One part of the entries below is wanted: the lines from the one containing "def american_channel_part(row: Row)" through the one containing "def wall(row: Row)". Write those out exactly and nothing else.

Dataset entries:

────────

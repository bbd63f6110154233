"""The tables of rolled, hollow and cold-formed sections: a row as a parts block, its quantity read from the functions.

European tables call the strong axis y-y and the weak one z-z; here x is to the right and y up, so their y-y is our x.
"""

from __future__ import annotations

from collections.abc import Callable
from math import radians, tan

from tests.published.published import Row
from tests.published.sections import Block, Section, block

__all__ = ["AMERICAN", "EUROPEAN", "rolled_block"]

Reading = Callable[[Section], float]
MILLIMETRES, INCHES = "mm", "in"


def i_part(row: Row) -> dict[str, float | str | None]:
    """EN tables give h b tw tf r; the AISC Manual d bf tw tf and kdes, the depth of flange and fillet together."""
    if "kdes" in row.given:
        return {
            "shape": "tee" if row.source.shape == "T" else "I",
            "h": row.number("d"),
            "b": row.number("bf"),
            "tw": row.number("tw"),
            "tf": row.number("tf"),
            "r": row.number("kdes") - row.number("tf"),
        }
    return {"shape": "I", **{name: row.number(name) for name in ("h", "b", "tw", "tf", "r")}}


def channel_part(row: Row) -> dict[str, float | str | None]:
    return {"shape": "channel", **{name: row.number(name) for name in ("h", "b", "tw", "tf", "r")}}


def tapered_channel_part(row: Row) -> dict[str, float | str | None]:
    """Flange thickness is stated at tf_at from the back of the web; the shape takes it at half the flange's width."""
    h, b, tw, slope = (row.number(name) for name in ("h", "b", "tw", "slope"))
    tf = row.number("tf") + slope * (row.number("tf_at") - b / 2)
    radii = {"r": row.number("r1"), "r2": row.number("r2")}
    return {"shape": "channel", "h": h, "b": b, "tw": tw, "tf": tf, **radii, "slope": slope}


def american_channel_part(row: Row) -> dict[str, float | str | None]:
    """Slope 1:6 with the mean thickness at mid-outstand, sharp corners, as the row's note says."""
    b, tw, slope = row.number("bf"), row.number("tw"), 1 / 6
    tf = row.number("tf_mean") + slope * ((tw + b) / 2 - b / 2)
    return {"shape": "channel", "h": row.number("d"), "b": b, "tw": tw, "tf": tf, "slope": slope}


def angle_part(row: Row) -> dict[str, float | str | None]:
    radii = {"r": row.number("r1"), "r2": row.number("r2")} if "r1" in row.given else {}
    return {"shape": "angle", "h": row.number("a"), "b": row.number("b"), "t": row.number("t"), **radii}


def wall(row: Row) -> float:
    """Nominal wall of EN hollow sections, design wall of American ones."""
    return row.number("T" if "T" in row.given else "tdes")


def box_part(row: Row) -> dict[str, float | str | None]:
    t = wall(row)
    radii = {name: row.number(name) for name in ("ro", "ri")}
    return {"shape": "box", "b": row.number("B"), "h": row.number("H"), "tw": t, "tf": t, **radii}


def tube_part(row: Row) -> dict[str, float | str | None]:
    return {"shape": "tube", "d": row.number("D"), "t": wall(row)}


def lipped_channel_part(row: Row) -> dict[str, float | str | None]:
    """D B d are overall sizes, R the inside radius of the bends."""
    sizes = {ours: row.number(theirs) for ours, theirs in (("h", "D"), ("b", "B"), ("c", "d"), ("t", "t"), ("r", "R"))}
    return {"shape": "lipped channel", **sizes}


PARTS: dict[str, Callable[[Row], dict[str, float | str | None]]] = {
    "I": i_part,
    "T": i_part,
    "U": channel_part,
    "UPN": tapered_channel_part,
    "UPN-type taper 1:6, no radii": american_channel_part,
    "L": angle_part,
    "RHS": box_part,
    "CHS": tube_part,
    "": lipped_channel_part,
}


def rolled_block(row: Row) -> Block:
    """The section of a row, bottom left of its bounding box at the origin."""
    unit = MILLIMETRES if row.source.group.startswith("EN") else INCHES
    at = {"x": 0.0, "y": 0.0, "datum": "bottom left"}
    return block(unit, PARTS[row.source.shape](row) | at)


def total(symbol: str) -> Reading:
    return lambda section: section.totals[symbol]


def principal(symbol: str) -> Reading:
    return lambda section: section.principal[symbol]


def smaller_modulus(*sides: str) -> Reading:
    """The modulus a table prints: that of the farther fibre."""
    return lambda section: min(section.fibre(side)[1] for side in sides)


def distance(side: str) -> Reading:
    return lambda section: section.fibre(side)[0]


STRONG = smaller_modulus("top", "bottom")
WEAK = smaller_modulus("left", "right")


def half_section_moment(section: Section) -> float:
    """First moment of the upper half of a channel about its axis of symmetry, from the totals row of the ledger."""
    header, values = section.block
    size = {column.split(" [")[0]: value for column, value in zip(header, values, strict=True)}
    h, b, tw, tf, r = (size[name] for name in ("h", "b", "tw", "tf", "r"))
    at = {"datum": "bottom left", "turn": None}
    flange = {"shape": "rectangle", "b": b, "h": tf, "x": 0.0, "y": h / 2 - tf, **at}
    web = {"shape": "rectangle", "b": tw, "h": h / 2 - tf, "x": 0.0, "y": 0.0, **at}
    fillet = {"shape": "fillet", "r": r, "x": tw, "y": h / 2 - tf, "datum": "bottom left", "turn": -90.0}
    return Section(block(MILLIMETRES, flange, web, fillet)).ledger[-1]["A·y"]


EUROPEAN: dict[str, Reading] = {
    "A": total("A"),
    **dict.fromkeys(("I", "Iy", "Iyy", "Iy=Iz", "Iy(strong)"), total("Ix")),
    **dict.fromkeys(("Iz", "Izz"), total("Iy")),
    **dict.fromkeys(("i", "iy", "iyy", "iy=iz"), total("rx")),
    **dict.fromkeys(("iz", "izz"), total("ry")),
    **dict.fromkeys(("Wel", "Wel,y", "Wel,yy"), STRONG),
    **dict.fromkeys(("Wel,z", "Wel,zz"), WEAK),
    "Iu": principal("I1"),
    "Iv": principal("I2"),
    "iu": principal("r1"),
    "iv": principal("r2"),
    "tan alpha": lambda section: abs(tan(radians(section.principal["angle"]))),
    **dict.fromkeys(("c", "cx(along long leg)"), distance("bottom")),
    "cy(along short leg)": distance("left"),
    **dict.fromkeys(("ys(centroid from back of web)", "cz(centroid from back of web)", "ez"), distance("left")),
    "Sy (first moment of half section)": half_section_moment,
    "sy=Iy/Sy": lambda section: section.totals["Ix"] / half_section_moment(section),
}
AMERICAN: dict[str, Reading] = {
    "A": total("A"),
    **dict.fromkeys(("I", "Ix"), total("Ix")),
    "Iy": total("Iy"),
    **dict.fromkeys(("r", "rx"), total("rx")),
    "ry": total("ry"),
    **dict.fromkeys(("S", "Sx"), STRONG),
    "Sy": WEAK,
    "rz": principal("r2"),
    "y": distance("bottom"),
    "x": distance("left"),
    "ybar(from top of flange)": distance("top"),
}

────────

### Exercise solution
def american_channel_part(row: Row) -> dict[str, float | str | None]:
    """Slope 1:6 with the mean thickness at mid-outstand, sharp corners, as the row's note says."""
    b, tw, slope = row.number("bf"), row.number("tw"), 1 / 6
    tf = row.number("tf_mean") + slope * ((tw + b) / 2 - b / 2)
    return {"shape": "channel", "h": row.number("d"), "b": b, "tw": tw, "tf": tf, "slope": slope}


def angle_part(row: Row) -> dict[str, float | str | None]:
    radii = {"r": row.number("r1"), "r2": row.number("r2")} if "r1" in row.given else {}
    return {"shape": "angle", "h": row.number("a"), "b": row.number("b"), "t": row.number("t"), **radii}


def wall(row: Row) -> float:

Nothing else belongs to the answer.